Would have to see better pics of the jar against a neutral background perhaps next to another jar for comparison. The amber swirling is very common on these older jars as the glass batch in the furnaces would not be completely cleaned out from one run to the next so there was some mixing of color. ie beer bottle one day and jars the next. According to "the fruit jar works" this is a Hero glass works made jar ( these were also made by the Marion fruit jar & bottle Co and the Cumberland glass mfg co. etc for Hero glass works)


----------



## Kheidecker (Feb 16, 2020)

coreya said:


> Would have to see better pics of the jar against a neutral background perhaps next to another jar for comparison.

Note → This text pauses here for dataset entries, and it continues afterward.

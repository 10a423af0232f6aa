/**
 * The `hawser` binary: exit status (0 done, 1 bad input naming file and line, 2 bad usage), atomic
 * output, CSV and JSONL rows in input order, `info`, and an empty mentions file.
 */
import { spawn, spawnSync } from "node:child_process";
import { closeSync, existsSync, openSync, readdirSync, readFileSync, symlinkSync, utimesSync } from "node:fs";
import { join } from "node:path";
import { parse } from "csv-parse/sync";
import { afterAll, beforeAll, describe, expect, it } from "vitest";
import { SAMPLES_DIR } from "../src/commands/demo.js";
import { CSV_COLUMNS } from "../src/link/write.js";
import { openKb } from "../src/kb/kb.js";
import { SCHEMA_VERSION } from "../src/kb/schema.js";
import { CLI, hawser, requireBuiltCli } from "./helpers/cli.js";
import { GAZETTE_CSV, GAZETTE_ROWS, jsonl, tempDir, writeText } from "./helpers/gazette.js";

let t: ReturnType<typeof tempDir>;
let kb: string;

/** Mentions in a fixed order: links, NIL, a date, an acronym, a repeat. */
const MENTIONS = [
  { id: "a1", text: "Stenmoor", type: "LOC" },
  { id: "a2", text: "Quentin Fairweather", type: "PER" },
  { id: "a3", text: "S.G.E.", type: "ORG", context: "corn prices on the quay" },
  { id: "a4", text: "4 June 1903", type: "DATE" },
  { id: "a5", text: "Pell, Tobias, & Sons", type: "ORG" },
  { id: "a6", text: "Stenmoor", type: "LOC" },
];

beforeAll(() => {
  requireBuiltCli();
  t = tempDir("hawser-cli-");
  writeText(t.file("gazette.csv"), GAZETTE_CSV);
  kb = t.file("gazette.kb");
  const r = hawser(["index", "gazette.csv", "--out", kb], t.dir);
  if (r.status !== 0) throw new Error(`hawser index failed (${r.status}): ${r.stderr}`);
  writeText(t.file("mentions.jsonl"), jsonl(MENTIONS));
});
afterAll(() => t?.cleanup());

/** Files in the temporary folder whose name starts with `prefix` (temporary outputs included). */
const filesLike = (prefix: string) => readdirSync(t.dir).filter((f) => f.includes(prefix));

describe("hawser index", () => {
  it("builds a KB and reports the counts (exit 0)", () => {
    const r = hawser(["index", "gazette.csv", "--out", "again.kb"], t.dir);
    expect(r.status).toBe(0);
    expect(r.stderr).toContain(`indexed ${GAZETTE_ROWS} entities`);
    expect(r.stdout).toBe("");
    expect(existsSync(t.file("again.kb"))).toBe(true);
  });

  it("exits 1 on a bad table, naming file:line and the field, and writes no KB", () => {
    writeText(t.file("bad-table.csv"), "id,name,type\nL1,Stenmouth,town\nL2,,village\n");
    const r = hawser(["index", "bad-table.csv", "--out", "bad-table.kb"], t.dir);
    expect(r.status).toBe(1);
    expect(r.stderr).toContain("bad-table.csv:3");
    expect(r.stderr).toContain('"name"');
    expect(filesLike("bad-table.kb")).toEqual([]);
  });

  it("builds from a table on standard input (-), CSV with --from csv, with the same rows as from the file", () => {
    const r = hawser(["index", "--from", "csv", "-", "--out", "piped.kb"], t.dir, GAZETTE_CSV);
    expect(r.status, r.stderr).toBe(0);
    const piped = openKb(t.file("piped.kb"));
    const fromFile = openKb(kb);
    try {
      expect(piped.info.entities).toBe(GAZETTE_ROWS);
      expect(piped.info.fingerprint).toBe(fromFile.info.fingerprint); // same bytes, same KB
    } finally {
      piped.close();
      fromFile.close();
    }
  });

  it("exits 2 before any work when --out points into a missing folder or at a folder", () => {
    const missing = hawser(["index", "gazette.csv", "--out", "no-such-folder/g.kb"], t.dir);
    expect(missing.status).toBe(2);
    expect(missing.stderr).toContain("--out no-such-folder/g.kb: the folder no-such-folder does not exist");
    expect(missing.stderr).not.toContain("internal error");
    const folder = hawser(["link", "--kb", kb, "mentions.jsonl", "--out", "."], t.dir);
    expect(folder.status).toBe(2);
    expect(folder.stderr).toContain("--out . is a folder, not a file");
    const tuneOut = hawser(
      ["tune", "--kb", kb, "--gold", "mentions.jsonl", "--out", "no-such-folder/c.json"],
      t.dir,
    );
    expect(tuneOut.status).toBe(2); // before the labeled set is read (this file has no gold column)
    expect(tuneOut.stderr).toContain("the folder no-such-folder does not exist");
  });

  it("exits 2 before any work when --out names an input, a link or a device", () => {
    writeText(t.file("self.csv"), GAZETTE_CSV);
    const overTable = hawser(["index", "self.csv", "--out", "self.csv"], t.dir);
    expect(overTable.status).toBe(2);
    expect(overTable.stderr).toContain("is also the table");
    expect(readFileSync(t.file("self.csv"), "utf8")).toBe(GAZETTE_CSV);
    const overKb = hawser(["link", "--kb", kb, "mentions.jsonl", "--out", kb], t.dir);
    expect(overKb.status).toBe(2);
    expect(overKb.stderr).toContain("is also --kb");
    const intact = openKb(kb);
    expect(intact.info.entities).toBe(GAZETTE_ROWS);
    intact.close();
    const sameTwice = hawser(
      ["tune", "--kb", kb, "--gold", "g.jsonl", "--out", "x.json", "--report", "x.json"],
      t.dir,
    );
    expect(sameTwice.status).toBe(2);
    symlinkSync(t.file("mentions.jsonl"), t.file("link.jsonl"));
    const overLink = hawser(["link", "--kb", kb, "mentions.jsonl", "--out", "link.jsonl"], t.dir);
    expect(overLink.status).toBe(2);
    expect(overLink.stderr).toContain("symbolic link");
    const device = hawser(["link", "--kb", kb, "mentions.jsonl", "--out", "/dev/null"], t.dir);
    expect(device.status).toBe(2);
    expect(device.stderr).toContain("not a plain file");
  });

  it.runIf(existsSync("/dev/full"))("says so and exits 74 when standard output cannot be written", () => {
    const full = openSync("/dev/full", "w");
    try {
      const r = spawnSync(process.execPath, [CLI, "link", "--kb", kb, "mentions.jsonl"], {
        cwd: t.dir,
        stdio: ["ignore", full, "pipe"],
      });
      expect(r.status).toBe(74);
      expect(String(r.stderr)).toContain("cannot write standard output");
      expect(String(r.stderr)).not.toContain("node:internal");
    } finally {
      closeSync(full);
    }
  });

  it("exits 2 on an empty or out-of-range number, and on an empty path list", () => {
    for (const args of [
      ["link", "--kb", kb, "mentions.jsonl", "--threshold", ""],
      ["link", "--kb", kb, "mentions.jsonl", "--min-margin", " "],
      ["link", "--kb", kb, "mentions.jsonl", "--top", ""],
      ["link", "--kb", kb, "mentions.jsonl", "--paths", ""],
      ["tune", "--kb", kb, "--gold", "mentions.jsonl", "--out", "c.json", "--l2", "-1"],
      ["tune", "--kb", kb, "--gold", "mentions.jsonl", "--out", "c.json", "--l2", "abc"],
    ]) {
      const r = hawser(args, t.dir);
      expect(r.status, args.join(" ")).toBe(2);
      expect(r.stderr, args.join(" ")).not.toContain("internal error");
    }
  });

  it("exits 2 on a table format it cannot tell, and without --out", () => {
    writeText(t.file("table.txt"), "id,name,type\nL1,Stenmouth,town\n");
    expect(hawser(["index", "table.txt", "--out", "x.kb"], t.dir).status).toBe(2);
    expect(hawser(["index", "gazette.csv"], t.dir).status).toBe(2);
  });
});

The amber swirling is very common on these older jars as the glass batch in the furnaces would not be completely cleaned out from one run to the next so there was some mixing of color. ie beer bottle one day and jars the next. According to "the fruit jar works" this is a Hero glass works made jar ( these were also made by the Marion fruit jar & bottle Co and the Cumberland glass mfg co. etc for Hero glass works/QUOTE]
> I've got into jars in the last 3 months. Got a redbook on way.in 2 months I've hit every antique store I've drove by.i love digging bottles but jars have got me hooked.any info on yellow star pint would be appreciated


----------



## ajohn (Feb 17, 2020)

The jar was definitely clear when produced. The woman of the day wanted to see the true color of the food in the jar after periods oftime in the cellar. That could be an amber streak, but because it was treated can't be certain


----------



## coreya (Feb 17, 2020)

These are listed in aprox 8 different colors, clear, aqua, apple green, lime green, olive green, citron, yellow, yellow w/ amber streaks, amber, sky blue, ball blue and SCA (sun colored amethyst) The yellow & green are quite pricy!


----------



## Kheidecker (Feb 17, 2020)

Do you think it was actually clear or kind of clear-blue like the hero next to it???? Nevertheless it's a beautiful jar and it displays nicely with the mostly blue an greenish stuff I've got. Woulda been pretty cool to come across something real rare for real cheap though maybe next time. There's so much to learn about old glass. Finding it, doing the research an history on it is addicting


----------



## coreya (Feb 18, 2020)

The yellow mason (star) jar is # 1746 in the red book listed as 25-30.  As for the Masons patent without it in hand I would say its Sun colored rather than nuked as the nuked jars are normally much darker. That being said it would have started life clear and over time (or by intervention) would have turned color. Nice jar any way you look at it.


----------



## jarsnstuff (Feb 19, 2020)

I have to agree with Coreya on that jar.  It's not dark enough to be irradiated, just exposed to uv light or the sun.  Most collectors find SCA (sun colored amethyst) jars to be more appealing than irradiated (nuked) jars.  I have one nuked jar just because I wanted an example for my collection & paid about the same for it as I would have a clear or sca one.


----------